***** PROVIDED RECORDS

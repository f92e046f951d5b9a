"""The feature matrix: names, versioning, locality, scale, missing epochs, edge cases."""

from __future__ import annotations

import inspect
import re

import numpy as np
import pytest
from hypothesis import given, settings
from hypothesis import strategies as st

from models.features.matrix import (
    FAMILIES,
    FeatureConfig,
    FeatureInputError,
    FeatureMatrix,
    FeatureSetMismatchError,
    check_feature_set,
    compute_features,
)
from models.features.windows import half_width_epochs

WINDOW_ONLY = FeatureConfig(families=("summary", "dynamics"))
LOCAL_NAME = re.compile(r"_\d+(\.\d+)?m$")  # window features end in the window length, e.g. "_10m"


def _night(n: int = 600, seed: int = 0) -> np.ndarray:
    """Simulated night: restless start and end, sleep with sparse small counts in between."""
    rng = np.random.default_rng(seed)
    awake = n // 8
    x = np.concatenate([
        rng.poisson(150, awake), rng.poisson(20, n - 2 * awake) * (rng.random(n - 2 * awake) < 0.15),
        rng.poisson(120, awake),
    ]).astype(float)
    return x


def _column(fm: FeatureMatrix, name: str) -> np.ndarray:
    return fm.values[:, fm.names.index(name)]


# ---- shape, names, version -----------------------------------------------------------------

def test_default_feature_set_layout():
    fm = compute_features(_night(), 30)
    assert fm.values.dtype == np.float32 and fm.values.shape == (600, len(fm.names))
    assert len(set(fm.names)) == len(fm.names)
    # 4 windows x (11 summary + 3 shares + 10 dynamics), 21 lags, 5 context, 3 rules, 4 night
    assert len(fm.names) == 4 * 24 + 21 + 5 + 3 + 4
    assert fm.names[:2] == ("log_mean_10m", "log_sd_10m") and "sampen_90m" in fm.names
    assert fm.names[-4:] == ("night_p50", "night_p75", "night_p90", "night_p95")
    assert fm.version == FeatureConfig().version + "-30s"
    assert not fm.values.flags.writeable


def test_version_identifies_configuration_and_epoch_length():
    base = FeatureConfig()
    assert FeatureConfig(windows_min=(90, 60, 30, 10)).version == base.version  # canonical order
    assert FeatureConfig(families=tuple(reversed(FAMILIES))).version == base.version
    assert FeatureConfig(sampen_tolerance=0.3).version != base.version
    assert FeatureConfig(windows_min=(10, 30)).version != base.version
    assert compute_features(_night(), 60).version != compute_features(_night(), 30).version
    assert FeatureConfig.from_dict(FeatureConfig(tile_min=4).to_dict()) == FeatureConfig(tile_min=4)


def test_config_rejects_invalid_values():
    with pytest.raises(FeatureInputError, match="families") as err:
        FeatureConfig(families=("summary", "spectra"))
    assert err.value.code == "invalid_feature_input"
    with pytest.raises(FeatureInputError, match="windows_min"):
        FeatureConfig(windows_min=(0, 10))
    with pytest.raises(FeatureInputError, match="unknown"):
        FeatureConfig.from_dict({"window": [10]})


def test_check_feature_set_refuses_a_mismatch():
    fm = compute_features(_night(), 30)
    check_feature_set(fm, version=fm.version, names=fm.names)  # same set: no error
    with pytest.raises(FeatureSetMismatchError, match="version") as err:
        check_feature_set(fm, version=FeatureConfig(tile_min=4).version + "-30s", names=fm.names)
    assert err.value.code == "feature_set_mismatch"
    with pytest.raises(FeatureSetMismatchError, match="missing \\['extra'\\]"):
        check_feature_set(fm, version=fm.version, names=(*fm.names, "extra"))
    with pytest.raises(FeatureSetMismatchError, match="another order"):
        check_feature_set(fm, version=fm.version, names=fm.names[::-1])


@pytest.mark.parametrize(("counts", "message"), [
    (np.array([1.0, -2.0, 3.0]), "non-negative"), (np.array([1.0, np.inf]), "finite"),
    (np.zeros((3, 2)), "1-D"), (np.zeros(0), "non-empty"),
])
def test_invalid_counts_are_refused(counts, message):
    with pytest.raises(FeatureInputError, match=message):
        compute_features(counts, 30)


def test_invalid_lights_are_refused():
    with pytest.raises(FeatureInputError, match="lights_on_epoch"):
        compute_features(_night(100), 30, lights_off_epoch=50, lights_on_epoch=20)


def test_features_take_no_reference_labels():
    params = set(inspect.signature(compute_features).parameters)
    assert params == {"counts", "epoch_seconds", "config", "lights_off_epoch", "lights_on_epoch", "chunk_epochs"}


# ---- windows in minutes, missing epochs ------------------------------------------------------

@pytest.mark.parametrize(("epoch_seconds", "minutes", "width"), [
    # hand computation: a window of m minutes spans m * 60 / epoch_seconds epochs plus the centre epoch
    (15, 10, 41), (15, 90, 361), (30, 10, 21), (30, 90, 181), (60, 10, 11), (60, 90, 91),
])
def test_windows_span_the_same_minutes_at_every_epoch_length(epoch_seconds, minutes, width):
    fm = compute_features(_night(400), epoch_seconds, config=WINDOW_ONLY)
    # at the first epoch only the centre and the (width - 1) / 2 epochs after it lie in the recording
    assert _column(fm, f"coverage_{minutes}m")[0] == pytest.approx(((width - 1) / 2 + 1) / width)


def test_missing_epochs_do_not_look_like_stillness():
    x = _night(400, 3)
    x[200:230] = 300.0  # a movement bout ...
    gap, zeros = x.copy(), x.copy()
    gap[200:230], zeros[200:230] = np.nan, 0.0  # ... lost to a gap, versus truly still
    fg, fz = compute_features(gap, 30), compute_features(zeros, 30)
    i = 215
    assert _column(fg, "coverage_10m")[i] < 0.5 and _column(fz, "coverage_10m")[i] == 1.0
    assert np.isnan(_column(fg, "log_mean_10m")[i])  # nothing observed in the window
    assert _column(fg, "zero_share_30m")[i] < _column(fz, "zero_share_30m")[i]
    assert np.isnan(_column(fg, "since_move_min")[i]) and np.isnan(_column(fg, "lag_+0")[i])
    assert _column(fg, "still_run_min")[235] < _column(fz, "still_run_min")[235]


# ---- locality and scale ------------------------------------------------------------------------

@settings(max_examples=25, deadline=None)
@given(data=st.data())
def test_window_features_are_local(data):
    epoch_seconds = data.draw(st.sampled_from([30, 60]), label="epoch_seconds")
    n = data.draw(st.integers(200, 320), label="n")
    levels = [0.0, 0.0, 0.0, 1.0, 2.0, 5.0, 40.0, 300.0, np.nan]
    x = np.array(data.draw(st.lists(st.sampled_from(levels), min_size=n, max_size=n), label="counts"))
    c = data.draw(st.integers(0, n - 1), label="epoch")
    h_max = half_width_epochs(max(WINDOW_ONLY.windows_min), epoch_seconds)
    outside = np.abs(np.arange(n) - c) > h_max
    noise = data.draw(st.lists(st.sampled_from([0.0, 3.0, 77.0, 1000.0, np.nan]), min_size=n, max_size=n))
    y = np.where(outside, np.array(noise), x)
    fx = compute_features(x, epoch_seconds, config=WINDOW_ONLY)
    fy = compute_features(y, epoch_seconds, config=WINDOW_ONLY)
    assert all(LOCAL_NAME.search(name) for name in fx.names)
    np.testing.assert_array_equal(fx.values[c], fy.values[c])


@pytest.mark.parametrize("factor", [0.25, 3.7, 1000.0])
@pytest.mark.parametrize("quiet", [False, True])  # quiet: over 90% zeros, the scale falls back
def test_lag_features_cancel_device_gain(factor, quiet):
    x = _night(300, 5)
    if quiet:
        x[np.random.default_rng(1).random(300) < 0.95] = 0.0
    cfg = FeatureConfig(families=("lags",))
    a, b = compute_features(x, 30, config=cfg), compute_features(x * factor, 30, config=cfg)
    np.testing.assert_allclose(a.values, b.values, rtol=1e-6)
    assert np.nanmax(a.values) > 0


def test_chunked_computation_gives_the_same_values():
    x = _night(1500, 9)
    x[700:720] = np.nan
    whole = compute_features(x, 30, config=WINDOW_ONLY, chunk_epochs=10_000)
    chunked = compute_features(x, 30, config=WINDOW_ONLY, chunk_epochs=400)
    np.testing.assert_allclose(chunked.values, whole.values, rtol=1e-6, atol=1e-7)


# ---- still nights -----------------------------------------------------------------------------

@pytest.mark.filterwarnings("error")
@pytest.mark.parametrize("value", [0.0, 4.0])
def test_still_nights_give_finite_or_nan_without_warnings(value):
    fm = compute_features(np.full(500, value), 30)
    assert not np.isinf(fm.values).any()
    for stat in ("sampen", "permen", "specen", "lumpiness", "stability", "crossings"):
        assert np.all(_column(fm, f"{stat}_30m") == 0.0), stat
    assert np.isnan(_column(fm, "log_skew_10m")).all() and np.isnan(_column(fm, "acf1_60m")).all()


@pytest.mark.filterwarnings("error")
@pytest.mark.parametrize("n", [1, 2, 3, 5, 21, 40])
@pytest.mark.parametrize("kind", ["zeros", "counts", "missing"])
@pytest.mark.parametrize("epoch_seconds", [15, 30, 60])
def test_short_nights_give_finite_or_nan_without_warnings(n, kind, epoch_seconds):
    rng = np.random.default_rng(n)
    x = {"zeros": np.zeros(n), "counts": rng.poisson(5, n).astype(float),
         "missing": np.where(rng.random(n) < 0.4, np.nan, rng.poisson(5, n).astype(float))}[kind]
    fm = compute_features(x, epoch_seconds)
    assert fm.values.shape == (n, len(fm.names)) and not np.isinf(fm.values).any()


# ---- context, rules, night ----------------------------------------------------------------------

def test_context_features_by_hand():
    x = np.array([0, 0, 50, 0, np.nan, 0, 0, 0, 60, 0], dtype=float)  # 60-s epochs, level 40 counts
    fm = compute_features(x, 60, config=FeatureConfig(families=("context",)), lights_off_epoch=1,
                          lights_on_epoch=9)
    np.testing.assert_array_equal(_column(fm, "since_lights_off_min"), np.arange(10) - 1)
    np.testing.assert_array_equal(_column(fm, "to_lights_on_min"), 9 - np.arange(10))
    nan = np.nan
    np.testing.assert_array_equal(_column(fm, "since_move_min"), [1, 2, 0, 1, nan, 1, 2, 3, 0, 1])
    np.testing.assert_array_equal(_column(fm, "to_move_min"), [2, 1, 0, 1, nan, 3, 2, 1, 0, 1])
    np.testing.assert_array_equal(_column(fm, "still_run_min"), [2, 2, 0, 1, nan, 3, 3, 3, 0, 1])
    unknown = compute_features(x, 60, config=FeatureConfig(families=("context",)))
    assert np.isnan(_column(unknown, "to_lights_on_min")).all()


def test_rule_scores_are_the_rules_continuous_scores():
    from models.scoring.rules import continuous_scores

    x = _night(300, 4)
    x[10] = np.nan
    fm = compute_features(x, 30, config=FeatureConfig(families=("rules",)))
    scores = continuous_scores(x, 30)
    assert fm.names == tuple(f"rule_{k}" for k in sorted(scores))
    for key, values in scores.items():
        expected = values.astype(np.float32)
        expected[10] = np.nan  # a missing epoch has no score of its own
        np.testing.assert_array_equal(_column(fm, f"rule_{key}"), expected)


def test_rule_scores_beside_a_gap_do_not_read_it_as_stillness():
    # steady 30 counts per minute: Cole-Kripke wake (D = 1e-5 * 30 * 4035 > 1, Cole et al. 1992, from memory);
    # read as zeros, the gap would pull the epochs beside it under the wake level
    x = np.full(300, 15.0)
    x[140:170] = np.nan
    fm = compute_features(x, 30, config=FeatureConfig(families=("rules",)))
    zeros = compute_features(np.nan_to_num(x), 30, config=FeatureConfig(families=("rules",)))
    beside = [136, 137, 138, 139, 170, 171, 172, 173]
    assert (_column(fm, "rule_cole_kripke_score")[beside] < 0).all()  # score = 1 - D: wake
    assert (_column(zeros, "rule_cole_kripke_score")[beside] > 0).any()


def test_a_missing_epochs_row_still_looks_predictable():
    # window features of a missing epoch come from its observed neighbours, so its row is not all NaN and a
    # booster would return a number for it: the models discard predictions of missing epochs themselves
    x = _night(300, 5)
    x[150] = np.nan
    row = compute_features(x, 30).values[150]
    assert np.isfinite(row).sum() > row.size // 2


def test_night_normalisers_are_numpy_percentiles():
    x = _night(300, 6)
    x[:5] = np.nan
    fm = compute_features(x, 30, config=FeatureConfig(families=("night",)))
    expected = np.percentile(x[5:], [50, 75, 90, 95]).astype(np.float32)  # numpy reference
    np.testing.assert_array_equal(fm.values, np.broadcast_to(expected, (300, 4)))


def test_lags_are_neighbouring_counts_over_the_night_scale():
    x = np.array([0.0] * 95 + [10.0, 20.0, 30.0, 40.0, 50.0])
    fm = compute_features(x, 30, config=FeatureConfig(families=("lags",), windows_min=(2.0,)))
    # p90 of the counts is 0, so the scale falls back to p90 of the positive counts: 46 (numpy)
    scale = np.percentile([10.0, 20, 30, 40, 50], 90)
    assert fm.names == ("lag_-2", "lag_-1", "lag_+0", "lag_+1", "lag_+2")
    assert _column(fm, "lag_+0")[99] == np.float32(50 / scale)
    assert _column(fm, "lag_-1")[99] == np.float32(40 / scale) and np.isnan(_column(fm, "lag_+1")[99])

**********

» EXERCISE DIRECTIONS
Copy all lines above containing the string "whole".

» REPLY
    whole = compute_features(x, 30, config=WINDOW_ONLY, chunk_epochs=10_000)
    np.testing.assert_allclose(chunked.values, whole.values, rtol=1e-6, atol=1e-7)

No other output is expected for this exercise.